|
|
|
|
|
by jacquesnadeau
3145 days ago
|
|
The Arrow project itself is a set of libraries. One of the things we'll do is try to add more algorithms over time to it so if you want say, a fast arrow sort or arrow predicate application. Full SQL is always far more complex and I can't see the project itself . The engine inside of Dremio is something we call Sabot (a shoe for modern arrows, see sabot round on wikipedia). We hope to make it modular enough one day to use a library but it isn't there yet.
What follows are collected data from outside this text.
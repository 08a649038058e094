#include "svg.hpp"

#include <cmath>
#include <cstdio>

namespace gapmark::svg {

std::string escape(std::string_view text) {
  std::string out;
  out.reserve(text.size());
  for (char c : text) {
    switch (c) {
      case '&': out += "&amp;"; break;
      case '<': out += "&lt;"; break;
      case '>': out += "&gt;"; break;
      case '"': out += "&quot;"; break;
      case '\'': out += "&#39;"; break;
      default: out += c;
    }
  }
  return out;
}

std::string escape_with_code(std::string_view text) {
  std::string out;
  std::size_t from = 0;
  for (std::size_t open = text.find('`'); open != std::string_view::npos; open = text.find('`', from)) {
    const std::size_t close = text.find('`', open + 1);
    if (close == std::string_view::npos) break;
    out += escape(text.substr(from, open - from)) + "<code>" + escape(text.substr(open + 1, close - open - 1)) + "</code>";
    from = close + 1;
  }
  return out + escape(text.substr(from));
}

std::string coord(double v) {
  if (!std::isfinite(v)) return "0";
  char buffer[32];
  std::snprintf(buffer, sizeof buffer, "%.2f", v);
  std::string s = buffer;
  while (!s.empty() && s.back() == '0') s.pop_back();
  if (!s.empty() && s.back() == '.') s.pop_back();
  if (s == "-0") s = "0";
  return s;
}

std::vector<double> nice_ticks(double lo, double hi, int target) {
  std::vector<double> ticks;
  if (!std::isfinite(lo) || !std::isfinite(hi) || target < 1) return ticks;
  if (hi < lo) std::swap(lo, hi);
  if (hi == lo) return {lo};
  const double raw = (hi - lo) / target;
  const double magnitude = std::pow(10.0, std::floor(std::log10(raw)));
  double step = magnitude;
  for (double m : {1.0, 2.0, 2.5, 5.0, 10.0}) {
    step = m * magnitude;
    if (step >= raw) break;
  }
  const double first = std::ceil(lo / step - 1e-9) * step;
  for (double t = first; t <= hi + step * 1e-9; t += step) ticks.push_back(std::abs(t) < step * 1e-9 ? 0.0 : t);
  return ticks;
}

std::string tick_label(double v) {
  char buffer[32];
  std::snprintf(buffer, sizeof buffer, "%.4g", v);
  return buffer;
}

Style style(std::size_t index) {
  // The project's own six colours, found by a seeded search
  // (reference/report/palette_search.py) for the largest smallest CAM02-UCS
  // difference between any two of them under normal, protan, deutan and
  // tritan vision, with lightness steps of at least 7 (J') so that they stay
  // apart in greyscale, in moderate chroma, each well away from the white
  // background; checked by reference/report/palette_check.py. Ordered dark to
  // light, and each has its own dash pattern and marker, so colour is never
  // the only cue.
  static const Style styles[kStyles] = {
      {"#274571", "", "circle"},          // navy
      {"#952e17", "7 3", "square"},       // rust
      {"#8553d7", "2 3", "triangle"},     // violet
      {"#cd5f76", "9 3 2 3", "diamond"},  // rose
      {"#5fa7d8", "4 2", "plus"},         // sky
      {"#c8b514", "1 3", "ring"},         // mustard
  };
  if (index < kStyles) return styles[index];
  return {"#a3aab0", "", "ring"};
}

std::string marker(const Style& s, double x, double y, double size) {
  const std::string c = s.colour;
  if (s.marker == "square")
    return "<rect x=\"" + coord(x - size) + "\" y=\"" + coord(y - size) + "\" width=\"" + coord(2 * size) +
           "\" height=\"" + coord(2 * size) + "\" fill=\"" + c + "\"/>";
  if (s.marker == "triangle")
    return "<path d=\"M" + coord(x) + " " + coord(y - 1.2 * size) + "L" + coord(x + 1.1 * size) + " " +
           coord(y + 0.9 * size) + "L" + coord(x - 1.1 * size) + " " + coord(y + 0.9 * size) + "Z\" fill=\"" + c +
           "\"/>";
  if (s.marker == "diamond")
    return "<path d=\"M" + coord(x) + " " + coord(y - 1.3 * size) + "L" + coord(x + 1.3 * size) + " " + coord(y) +
           "L" + coord(x) + " " + coord(y + 1.3 * size) + "L" + coord(x - 1.3 * size) + " " + coord(y) +
           "Z\" fill=\"" + c + "\"/>";
  if (s.marker == "plus")
    return "<path d=\"M" + coord(x - 1.2 * size) + " " + coord(y) + "H" + coord(x + 1.2 * size) + "M" + coord(x) +
           " " + coord(y - 1.2 * size) + "V" + coord(y + 1.2 * size) + "\" stroke=\"" + c +
           "\" stroke-width=\"2.2\" fill=\"none\"/>";
  if (s.marker == "ring")
    return "<circle cx=\"" + coord(x) + "\" cy=\"" + coord(y) + "\" r=\"" + coord(size) + "\" fill=\"#fff\" stroke=\"" +
           c + "\" stroke-width=\"1.8\"/>";
  return "<circle cx=\"" + coord(x) + "\" cy=\"" + coord(y) + "\" r=\"" + coord(size) + "\" fill=\"" + c + "\"/>";
}

std::string legend_swatch(const Style& s) {
  std::string out = "<svg class=\"swatch\" viewBox=\"0 0 34 12\" width=\"34\" height=\"12\" aria-hidden=\"true\">";
  out += "<line x1=\"1\" y1=\"6\" x2=\"33\" y2=\"6\" stroke=\"" + s.colour + "\" stroke-width=\"2\"";
  if (!s.dash.empty()) out += " stroke-dasharray=\"" + s.dash + "\"";
  out += "/>" + marker(s, 17, 6, 3.2) + "</svg>";
  return out;
}

std::string polyline(const std::vector<double>& xs, const std::vector<double>& ys, const Style& s, double width) {
  std::string out, points;
  std::size_t count = 0;
  auto flush = [&] {
    if (count >= 2) {
      out += "<polyline fill=\"none\" stroke=\"" + s.colour + "\" stroke-width=\"" + coord(width) + "\"";
      if (!s.dash.empty()) out += " stroke-dasharray=\"" + s.dash + "\"";
      out += " stroke-linejoin=\"round\" points=\"" + points + "\"/>";
    }
    points.clear();
    count = 0;
  };
  for (std::size_t i = 0; i < xs.size() && i < ys.size(); ++i) {
    if (!std::isfinite(ys[i]) || !std::isfinite(xs[i])) {
      flush();
      continue;
    }
    if (count) points += ' ';
    points += coord(xs[i]) + "," + coord(ys[i]);
    ++count;
  }
  flush();
  return out;
}

}  // namespace gapmark::svg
In regards to your other question re projects/products: Arrow contributors are actively trying to get more adoption of Arrow as an interchange format for several systems. We've had discussions around Kudu (no serious work done yet afaik). Parquet-to-Arrow for multiple languages is now available. Arrow committers include committers from several other projects such as HBase, Cassandra, Phoenix, etc. The goal is ultimately to figure integrations with all. In most cases, these data storage systems are saddled with slow interfaces for data access. (Think row-by-row, cell-by-cell interfaces.) Arrow, among other things, allows them to communicate through a much faster mechanism (shared memory--or at least shared representation if not node local). |
|
What's the differentiator? Is dremio smarter somehow and avoids copying all data to perform a simple join? Or does it copy the data the same way but Arrow lets it be faster than Presto? What's on your roadmap?